# Bilingual Education in Costa de la Luz....



## ozvic (Apr 26, 2011)

Hi all,

Im looking for advice if poss......? we are thinking of relocating to the Costa de la Luz area- in particular we love the area around Conil, Vejer, but we need to find bilingual nursery and primary education for our daughter (she is soon two) as we only plan on being in Spain for a few years (five max) and then we will return to Australia for schooling, so weve got to keep up her English- weve found a bilingual nursery in Chiclana (blossoms) and a bilingual school in Jerez and Cadiz- does anyone know of any other options? Also which areas in Costa de la luz have an expat community..? It seems Chiclana does but may be retirees only? I know there are loads of international schools on the Costas but this area is not for us!!!!

Thanks for any advice, its very appreciated!


----------



## Alcalaina (Aug 6, 2010)

ozvic said:


> Hi all,
> 
> Im looking for advice if poss......? we are thinking of relocating to the Costa de la Luz area- in particular we love the area around Conil, Vejer, but we need to find bilingual nursery and primary education for our daughter (she is soon two) as we only plan on being in Spain for a few years (five max) and then we will return to Australia for schooling, so weve got to keep up her English- weve found a bilingual nursery in Chiclana (blossoms) and a bilingual school in Jerez and Cadiz- does anyone know of any other options? Also which areas in Costa de la luz have an expat community..? It seems Chiclana does but may be retirees only? I know there are loads of international schools on the Costas but this area is not for us!!!!
> 
> Thanks for any advice, its very appreciated!


Good choice!

Lots of state primary schools in Cádiz offer bilingual education - including the one in our village. My English friend's three boys go there and are completely bilingual. I'll have a look later and see if I can find a complete list.
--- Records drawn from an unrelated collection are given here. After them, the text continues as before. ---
import { Body, Controller, Get, HttpCode, Param, Post } from '@nestjs/common';
import { ApiBearerAuth, ApiTags } from '@nestjs/swagger';
import type { ChangeOrderView } from '@pondwright/shared';
import { CurrentUser, Roles, type Principal } from '../common/decorators/auth.decorators';
import { ChangeOrdersService } from './change-orders.service';

@ApiTags('jobs')
@ApiBearerAuth()
@Controller('jobs/:id/change-orders')
export class ChangeOrdersController {
  constructor(private readonly orders: ChangeOrdersService) {}

  /** Staff only: a change order is prices; the crew sees accepted changes in the job's crew budget. */
  @Roles('owner', 'estimator')
  @Get()
  list(@Param('id') id: string): Promise<ChangeOrderView[]> {
    return this.orders.list(id);
  }

  /** Body: `createChangeOrderRequestSchema`: lines to add, work to take off (a credit), or both. */
  @Roles('owner', 'estimator')
  @Post()
  create(
    @Param('id') id: string,
    @Body() body: unknown,
    @CurrentUser() user: Principal,
  ): Promise<ChangeOrderView> {
    return this.orders.create(id, body, user.userId);
  }

  /** Body: `{recipientEmail?}`; the homeowner who accepted the quote by default. */
  @Roles('owner', 'estimator')
  @Post(':orderId/send')
  @HttpCode(200)
  send(
    @Param('id') id: string,
    @Param('orderId') orderId: string,
    @Body() body: unknown,
    @CurrentUser() user: Principal,
  ): Promise<ChangeOrderView> {
    return this.orders.send(id, orderId, body, user.userId);
  }
}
Chiclana is the expat "hub" (about 1000 Brits) but they are mainly retired people. There are English-speakers all along the coast, and in Vejer, but they don't cluster in ghettos and they tend to be fluent in Spanish. You don't say whether you can speak Spanish yourself - if not, Chiclana is probably your best bet.


----------



## ozvic (Apr 26, 2011)

Alcalaina said:


> Good choice!
> 
> Lots of state primary schools in Cádiz offer bilingual education - including the one in our village. My English friend's three boys go there and are completely bilingual. I'll have a look later and see if I can find a complete list.
> 
> Chiclana is the expat "hub" (about 1000 Brits) but they are mainly retired people. There are English-speakers all along the coast, and in Vejer, but they don't cluster in ghettos and they tend to be fluent in Spanish. You don't say whether you can speak Spanish yourself - if not, Chiclana is probably your best bet.


Hey Alcalaina, thanks for the reply! Yes we love that area around cadiz to conil- feels like real Spain! If we do move to Spain we def want the Spanish experience, speaking Spanish, so i guess we dont want to live in an english ghetto but really need this english maintained in my daughters life as otherwise she is going to struggle so much to integrate back into school in Australia- we would rather live in a place we like - conil, vejer and make friends spanish and english along the way- as long as her education is covered then we would be happy i think! I would really really appreciate a list of bilingual schools in this area- its been impossible for me to find online as im sure its all in spanish of course! Thanks again for your reply


----------



## Alcalaina (Aug 6, 2010)

ozvic said:


> Hey Alcalaina, thanks for the reply! Yes we love that area around cadiz to conil- feels like real Spain! If we do move to Spain we def want the Spanish experience, speaking Spanish, so i guess we dont want to live in an english ghetto but really need this english maintained in my daughters life as otherwise she is going to struggle so much to integrate back into school in Australia- we would rather live in a place we like - conil, vejer and make friends spanish and english along the way- as long as her education is covered then we would be happy i think! I would really really appreciate a list of bilingual schools in this area- its been impossible for me to find online as im sure its all in spanish of course! Thanks again for your reply


I'm sure your little one won't forget how to speak English - you will be speaking it at home, won't you?  You'll soon make friends with other parents and the children can play together and chatter away in both languages.

I'm afraid I can't find a list of the bilingual schools, only that there are 110 of them in the Province. /SNIP/

I'm a bit confused though, as you say you want the "Spanish experience speaking Spanish", but you can't find the information online as it's all in Spanish??


----------



## ozvic (Apr 26, 2011)

Alcalaina said:


> I'm sure your little one won't forget how to speak English - you will be speaking it at home, won't you?  You'll soon make friends with other parents and the children can play together and chatter away in both languages.
> 
> I'm afraid I can't find a list of the bilingual schools, only that there are 110 of them in the Province. /SNIP/
> 
> I'm a bit confused though, as you say you want the "Spanish experience speaking Spanish", but you can't find the information online as it's all in Spanish??


ha ha yes i think that came across wrong in the message  of course the info is in Spanish (as it should be) and i just cant access it because i cant speak Spanish (yet) and yes we will be speaking English at home  thanks for the link to my cadiz biz, will start bugging them for info now! cheers again for the replies


----------